PROMPT: Only the lines containing "node" belong in the answer; find them in the material below.

STORED DATA:
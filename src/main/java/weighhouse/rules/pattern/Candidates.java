package weighhouse.rules.pattern;

import java.util.ArrayList;
import java.util.Comparator;
import java.util.List;
import java.util.Set;
import java.util.stream.Collectors;
import weighhouse.formula.Expr;
import weighhouse.quantity.Quantity;
import weighhouse.quantity.Role;
import weighhouse.rules.term.Operation;
import weighhouse.rules.term.Term;

/** What a metavariable can stand for in one formula, the most telling first. */
final class Candidates {
  private final FormulaView view;

  Candidates(FormulaView view) {
    this.view = view;
  }

  List<Bound> of(Metavariable metavariable) {
    List<Bound> bounds = new ArrayList<>();
    if (metavariable.joins()) {
      joined(metavariable, bounds);
    }
    List<Term> terms = new ArrayList<>();
    Set<Term> grouped = groupedTerms(bounds);
    view.readTerms().forEach(terms::add);
    terms.removeIf(term -> !term.isNumber() && grouped.contains(term));
    terms.sort(
        Comparator.comparing((Term term) -> term.operation() == Operation.PRODUCT)
            .thenComparing(term -> !view.spells(term))
            .thenComparing(term -> -term.below().cardinality())
            .thenComparing(Term::id));
    for (Term term : terms) {
      Bound bound = bound(metavariable, term);
      if (bound != null) {
        bounds.add(bound);
      }
    }
    return bounds;
  }

  /** Factors that stand for the metavariable together: one of them alone would be half of it. */
  private Set<Term> groupedTerms(List<Bound> groups) {
    return groups.stream()
        .flatMap(group -> group.factors().stream())
        .map(factor -> view.term(factor.node()))
        .collect(Collectors.toSet());
  }

  private Bound bound(Metavariable metavariable, Term term) {
    Wrapping wrapping = wrapping(metavariable, term);
    if (wrapping == null) {
      return null;
    }
    Expr operand = wrapping.operand(view.expression(term));
    return new Bound(term, wrapping, operand, List.of(view.quantity(term)), List.of());
  }

  private Wrapping wrapping(Metavariable metavariable, Term term) {
    if (term.isNumber()) {
      return metavariable.takes(term.number()) ? Wrapping.NONE : null;
    }
    if (metavariable.kinds().isEmpty()) {
      return null;
    }
    Quantity quantity = view.quantity(term);
    if (metavariable.takes(quantity)) {
      return Wrapping.NONE;
    }
    return quantity.role() == Role.STANDARD_ERROR
        ? null
        : Reduced.toward(metavariable.kinds(), quantity.kind());
  }

  /** All factors of one product that the metavariable takes, as one. */
  private void joined(Metavariable metavariable, List<Bound> bounds) {
    for (Expr node : view.nodes()) {
      if (Chains.isProduct(node) && isTop(node)) {
        List<Factor> taken =
            Chains.factors(node).stream().filter(f -> takes(metavariable, f)).toList();
        if (isGroup(metavariable, taken)) {
          bounds.add(together(metavariable, taken));
        }
      }
    }
  }

  /**
   * One factor alone is a term; a lone divisor is a group where reciprocals count, as of numbers.
   */
  private static boolean isGroup(Metavariable metavariable, List<Factor> taken) {
    return taken.stream().anyMatch(factor -> !factor.inverse())
        ? taken.size() > 1
        : !taken.isEmpty() && !metavariable.numbers().isEmpty();
  }

  @SuppressWarnings("ReferenceEquality") // one very node
  private boolean isTop(Expr node) {
    return Chains.product(node, view) == node;
  }

  private boolean takes(Metavariable metavariable, Factor factor) {
    Term term = view.term(factor.node());
    return term != null // a sign has none
        && wrapping(metavariable, term) == Wrapping.NONE;
  }

  private Bound together(Metavariable metavariable, List<Factor> factors) {
    Term symbol = view.terms().symbol(List.of(metavariable.name(), factors));
    List<Quantity> quantities =
        factors.stream().map(factor -> view.quantity(view.term(factor.node()))).toList();
    return new Bound(symbol, Wrapping.NONE, Products.of(factors), quantities, factors);
  }
}
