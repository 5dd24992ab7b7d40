package weighhouse.rules.pattern;

import weighhouse.formula.Expr;

/** One factor of a product as written; an inverse one divides. */
public record Factor(Expr node, boolean inverse) {
  /** What a sign in front of a product is a factor of. */
  static final Expr SIGN = new Expr.Num(-1, "-1");

  /** Whether it is the sign in front of a product. */
  @SuppressWarnings("ReferenceEquality") // a number -1 that someone wrote is not the sign
  public boolean isSign() {
    return node == SIGN;
  }
}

SOLUTION:
        .map(factor -> view.term(factor.node()))
    for (Expr node : view.nodes()) {
      if (Chains.isProduct(node) && isTop(node)) {
            Chains.factors(node).stream().filter(f -> takes(metavariable, f)).toList();
  @SuppressWarnings("ReferenceEquality") // one very node
  private boolean isTop(Expr node) {
    return Chains.product(node, view) == node;
    Term term = view.term(factor.node());
        factors.stream().map(factor -> view.quantity(view.term(factor.node()))).toList();
public record Factor(Expr node, boolean inverse) {
    return node == SIGN;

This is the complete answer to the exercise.